Your database is fine.

Your network is fine.

Yet you just deployed code at 2 PM on a Tuesday and now 30% of requests are timing out.

Change is the failure domain you deploy yourself.

Yet most teams treat deployment like a checkbox: “Did we deploy?” instead of “Did we deploy safely?”

Why change is often the primary failure trigger

Across public reliability studies and many enterprise postmortems, change-related events are frequently the most common outage trigger, often cited in the 60-80% range depending on method and scope.

This does not mean infrastructure and dependency failures are irrelevant. It means change repeatedly acts as the initiating event in multi-factor incidents.

Specifically:

• Deployments (code, configuration, infrastructure)
• Rollbacks (reverse change under pressure)
• Migration (data, systems, traffic)
• Upgrades (dependencies, libraries, frameworks)

Each of these creates a window where the system is in a state it has never been in before.

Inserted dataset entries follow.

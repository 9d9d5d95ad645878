import { changeText, moneyText } from "#src/components/amount-text.ts";
import type { Figure } from "#src/costing/figure.ts";
import { needWords } from "#src/costing/problem-words.ts";
import type { CostEffect } from "#src/server/bring-in/cost-effect.ts";
import { Change } from "./Change.tsx";

interface CostChangeProps {
  effect: CostEffect;
  /** When the two figures hold: "afterwards" and "now", or "now" and "with rev A". */
  when: { after: string; before: string };
}

/** What a change does to the cost of one kit: the new figure, the signed change, the old figure. */
export function CostChange({ effect: { kits, currency, before, after, change }, when }: CostChangeProps) {
  const written = (figure: Figure) =>
    figure.known ? moneyText(figure.value, currency) : `not known, ${needWords(figure.needs)}`;
  return (
    <p className="type-answer mb-2">
      {after.known ? (
        <>
          One kit of {kits} costs <b>{written(after)}</b> {when.after}
        </>
      ) : (
        `What one kit of ${kits} costs ${when.after} is ${written(after)}`
      )}
      {change !== null && (
        <>
          {" "}
          <Change amount={changeText(change, currency)} turn={turnOf(change)} />
        </>
      )}
      <span className="text-ink-2">
        ; {when.before} {written(before)}
      </span>
    </p>
  );
}

function turnOf(change: string) {
  if (!/[1-9]/.test(change)) return "neither";
  return change.startsWith("-") ? "better" : "worse";
}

In incident analysis, change is often the trigger, not always the deepest root cause. Incentives, architecture constraints, and operational readiness still determine blast radius.

The failure modes of change

Mode 1: The untested code path

You deployed code that works in your test environment.

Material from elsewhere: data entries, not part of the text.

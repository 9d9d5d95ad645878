import { HATCHES } from "#src/components/islands/chart-theme.ts";

/** The hatch patterns, for `<defs>` of a chart or drawing: `fill={hatchFill("loss")}`. */
export function HatchDefs() {
  return (
    <>
      {Object.values(HATCHES).map(({ id, ground, line, apart, width }) => (
        <pattern
          key={id}
          id={id}
          width={apart}
          height={apart}
          patternUnits="userSpaceOnUse"
          patternTransform="rotate(45)"
        >
          <rect width={apart} height={apart} fill={ground} />
          <path d={`M0 0V${apart}`} stroke={line} strokeWidth={width} />
        </pattern>
      ))}
    </>
  );
}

It fails in production because:

• Production data is different (volume, distribution, edge cases)
• Production traffic pattern is different (concurrency, timing)
• Production infrastructure is different (latency, failure modes, resource constraints)

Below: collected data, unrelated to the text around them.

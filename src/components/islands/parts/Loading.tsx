import { useEffect, useState } from "react";

const WAIT_MS = 300;
const BARS = ["w-3/5", "w-4/5", "w-1/2", "w-3/4"];

/** Nothing for 300 ms, then the section's ruled lines with bars where text will stand. It does not move. */
export function Loading({
  rows = 3,
  what,
  frame,
}: {
  rows?: number;
  /** "Offers". */
  what: string;
  /** Classes of the box around the lines, where what is fetched will lie over the page. */
  frame?: string;
}) {
  const [late, setLate] = useState(false);
  useEffect(() => {
    const timer = setTimeout(() => setLate(true), WAIT_MS);
    return () => clearTimeout(timer);
  }, []);
  return (
    <div role="status" aria-busy="true">
      <span className="heard-only">Loading: {what}</span>
      {late && (
        <div className={frame}>
          <LoadingLines rows={rows} />
        </div>
      )}
    </div>
  );
}

/** The ruled lines alone. */
export function LoadingLines({ rows = 3 }: { rows?: number }) {
  return (
    <div aria-hidden="true" className="border-t-[1.5px] border-ink">
      {Array.from({ length: rows }, (_, place) => (
        // biome-ignore lint/suspicious/noArrayIndexKey: the lines differ by nothing else.
        <div key={place} className="hairline-b flex h-[35px] items-center gap-5">
          <span className="h-3 w-[15%] bg-tint" />
          <span className="grow">
            <span className={`block h-3 bg-tint ${BARS[place % BARS.length]}`} />
          </span>
          <span className="h-3 w-[19%] bg-tint" />
        </div>
      ))}
    </div>
  );
}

The consequence: You deployed a failure. It takes 20 minutes to detect. It takes 30 minutes to rollback. 50 minutes of degradation while users hit the broken path.

Mode 2: Configuration drift

Your infrastructure is defined in code. But someone updated the configuration manually in the console (because the code change went through review and was slow).

Now you have:

• Infrastructure-as-code says X
• Reality says Y
• Deployment happens and “corrects” reality back to X
• Dependent services break because they relied on Y

The consequence: Change that should be routine triggers a cascade because you had hidden configuration.

Mode 3: Rollback under pressure

You deployed bad code. Now you are in an incident. The pressure is high. You decide to rollback.

However:

• Rollback takes 15 minutes
• During rollback, requests queue up
• Rollback completes but queue is massive
• Database is overloaded
• Rollback fails partway through

Now you have a system in a partially-rolled-back state with a massively overloaded database.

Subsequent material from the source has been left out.